Each line in the records below that has the word "measured" should be copied.

EXERCISE INPUTS:
========================================================================

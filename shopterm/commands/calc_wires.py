"""``shopterm calc wires SPEC``: wire sizes, the band over wires, and what readings say.

Without ``--wire`` the best owned wire set from the config is used, else the best size. A wire
that cannot work is reported (``wire_ok`` false) when there are no readings, and refused (exit 2,
naming the owned sizes that would work) when readings are given.
"""

from __future__ import annotations

import dataclasses
import sys

from shopterm.commands import add_json_option, add_units_option, emit_json, length_out, print_table
from shopterm.cutting.remaining import default_compound_angle, fit_check_offer, measure
from shopterm.cutting.wires import (band_over_wires, caliper_band, check_wire, choose_wire,
                                    is_power_form, require_wire, SQUARE_MEASURE)
from shopterm.errors import InvalidEntry
from shopterm.standards import limits as thread_limits
from shopterm.standards import parse, usual_class
from shopterm.units import DEFAULT_RESOLUTION, format_length, parse_length, parse_number


def register(subparsers) -> None:
    p = subparsers.add_parser(
        "wires", help="three-wire measurement: wire sizes, target readings, pitch diameter",
        description="Wire sizes for a thread, what the micrometer should read over them at the "
                    "ends of the pitch-diameter band, and — given readings — the pitch diameter "
                    "now and how much is left to feed.")
    p.add_argument("spec", metavar="SPEC", help="designation, e.g. M10x1.5-6g or '1/4-20 UNC-2A'")
    p.add_argument("--wire", metavar="W", help="wire diameter (as measured, if you know it); "
                   "in the thread's unit unless you add mm or in")
    p.add_argument("--reading", metavar="M", nargs="+", action="extend", dest="readings",
                   help="reading(s) over the wires, in the thread's unit unless you add mm or in")
    p.add_argument("--angle", metavar="A", help="the compound's true angle from the "
                   "cross-slide direction, degrees (default 29.5 for 60°, 27.5 for 55°, "
                   "23.5 for 47.5°)")
    p.add_argument("--aim", metavar="PD", help="pitch diameter to aim at inside the band "
                   "(default the middle)")
    add_units_option(p)
    add_json_option(p)
    p.set_defaults(func=run)


def _config(args):
    """Return the Config the app would use, or None when the config module is not there."""
    try:
        from shopterm.config import load_config
    except ImportError:
        return None
    return load_config(getattr(args, "config", None) or None)


def run(args) -> int:
    spec = parse(args.spec)
    if not spec.is_external:
        raise InvalidEntry(fit_check_offer(spec).message)
    lim = thread_limits(spec)
    power = is_power_form(spec.form)
    if spec.form.angle_deg <= 0:
        raise InvalidEntry(SQUARE_MEASURE)
    # No class given: a pipe thread has one tolerance, a trapezoidal or Acme thread is measured
    # to its usual class (7e, 2G: the limits say so); any other is measured to its basic size.
    basic_only = spec.tol_class is None and spec.family != "pipe" and not power
    if basic_only:                 # basic size only: the band is the basic pitch diameter
        lim = dataclasses.replace(lim, pd_max=lim.basic_pd, pd_min=lim.basic_pd)
    native = spec.native_unit
    unit = args.units or native
    cfg = _config(args)
    owned = cfg.shop.wires if cfg else ()
    resolution = cfg.shop.micrometer_resolution if cfg else DEFAULT_RESOLUTION[native] * (
        25.4 if native == "in" else 1.0)
    if args.angle is not None:
        angle = parse_number(args.angle)
    else:
        angle = default_compound_angle(spec.form)
    aim = parse_length(args.aim, native) if args.aim is not None else None

    choice = choose_wire(spec.form, spec.pitch, owned, unit)
    if args.wire is not None:
        wire = parse_length(args.wire, native)
        chk = check_wire(spec.form, spec.pitch, wire, owned, unit)
        wire_note = chk.message
    else:
        wire, chk = choice.size, None
        wire_note = choice.note
    wire_ok = chk.ok if chk is not None else True
    readings = [parse_length(t, native) for t in (args.readings or [])]
    if readings:
        require_wire(spec.form, spec.pitch, wire, owned, unit)
    result = None
    if readings:
        result = measure(lim, wire, readings, lathe=cfg.lathe if cfg else None,
                         compound_angle_deg=angle, aim_pd=aim, resolution=resolution, unit=unit)
    band = band_over_wires(spec.form, spec.pitch, spec.lead, lim.pd_max, lim.pd_min, wire) \
        if wire_ok else None
    # Power threads: the thickness at the pitch line, for a gear-tooth caliper (no wire needed).
    caliper = caliper_band(spec.form, spec.pitch, spec.lead, lim.pd_max, lim.pd_min,
                           lim.basic_major, lim.basic_pd) if power else None

    def L(v):
        return length_out(v, unit)

    if args.json:
        out = {
            "designation": spec.designation,
            "units": unit,
            "best_wire": L(choice.range.best),
            "wire_min": L(choice.range.smallest),
            "wire_max": L(choice.range.largest),
            "wire": L(wire),
            "wire_ok": wire_ok,
            "wire_message": wire_note if not wire_ok else "",
            "over_wires": ({"at_pd_max": L(band.at_pd_max), "at_pd_min": L(band.at_pd_min),
                            "at_pd_max_simple": L(band.at_pd_max_simple),
                            "at_pd_min_simple": L(band.at_pd_min_simple)}
                           if band else None),
            "caliper": None if caliper is None else {
                "depth_setting_from_basic_major": L(caliper.depth_setting),
                "normal_thickness_at_pd_max": L(caliper.at_pd_max),
                "normal_thickness_at_pd_min": L(caliper.at_pd_min)},
            "lead_angle_deg": round(lim.lead_angle_deg, 4),
            "compound_angle_deg": angle,
            "reading": None,
        }
        if result is not None:
            r = result
            out["reading"] = {
                "mean": L(r.readings.mean),
                "spread": L(r.readings.spread),
                "pitch_diameter": L(r.pitch_diameter),
                "pitch_diameter_simple": L(r.pd.pd_simple),
                "pitch_diameter_h28": L(r.pd.pd_h28),
                "state": r.state,
                "to_max": L(r.to_max),
                "to_mid": L(r.to_mid),
                "to_min": L(r.to_min),
                "radial_to_mid": L(r.radial_to_mid),
                "compound_to_mid": L(r.compound_to_mid),
                "message": r.headline,
                "spread_warning": r.readings.warning,
                "still_fits": list(r.still_fits),
            }
        emit_json(out)
        return 0

    res = 0.001 if unit == "mm" else 0.0001

    def f(v):
        return format_length(v, unit, res, suffix=False)

    usual = usual_class(spec) if power and spec.tol_class is None else None
    band_text = ("basic size" if basic_only else
                 f"{spec.tol_class or usual or ('at the gauge plane' if lim.taper else 'limits')}"
                 f"{' (no class given)' if usual else ''}: "
                 f"{f(lim.pd_max)} to {f(lim.pd_min)}")
    print(f"{spec.designation}  ({spec.form.angle_deg:g}° form, pitch diameter {band_text})  "
          f"[{unit}]")
    rng = choice.range
    print(f"wire {f(wire)}   best {f(rng.best)}, usable {f(rng.smallest)} to {f(rng.largest)}")
    if not wire_ok:
        print(f"refused: {wire_note}")
        if caliper is not None:
            print(f"gear-tooth caliper: depth slide {f(caliper.depth_setting)} from a crest at "
                  f"the basic major, thickness {f(caliper.at_pd_max)} to {f(caliper.at_pd_min)}")
        return 0
    if args.wire is None and wire_note:
        print(wire_note)
    rows = [("over wires at PD max", f(band.at_pd_max)),
            ("over wires at PD min", f(band.at_pd_min))]
    print_table(rows)
    print(f"lead angle {lim.lead_angle_deg:.2f}°; the simple formula (lead angle neglected) "
          f"would read {f(band.at_pd_max_simple)} to {f(band.at_pd_min_simple)}")
    if caliper is not None:
        print(f"or a gear-tooth caliper, depth slide {f(caliper.depth_setting)} from a crest at "
              f"the basic major: thickness square to the thread {f(caliper.at_pd_max)} to "
              f"{f(caliper.at_pd_min)}")
    if result is None:
        return 0
    r = result
    print_table([
        ("readings", f"{len(r.readings.values)}, mean {f(r.readings.mean)}, "
                     f"spread {f(r.readings.spread)}"),
        ("pitch diameter", f"{f(r.pitch_diameter)} (simple formula {f(r.pd.pd_simple)}, "
                           f"H28 {f(r.pd.pd_h28)})"),
        ("left to remove", f"to top {f(r.to_max)}, middle {f(r.to_mid)}, bottom {f(r.to_min)} "
                           "on diameter"),
    ])
    print(r.headline)
    if r.detail:
        print(r.detail)
    if r.readings.warning and r.readings.warning not in r.detail:
        print(r.readings.warning, file=sys.stderr)
    if r.state == "oversize":
        print(f"{r.direction} {r.backlash}")
    print(f"caution: {r.caution}")
    return 0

========================================================================

FINISHED TASK:
    p.add_argument("--wire", metavar="W", help="wire diameter (as measured, if you know it); "
    # No class given: a pipe thread has one tolerance, a trapezoidal or Acme thread is measured
    # to its usual class (7e, 2G: the limits say so); any other is measured to its basic size.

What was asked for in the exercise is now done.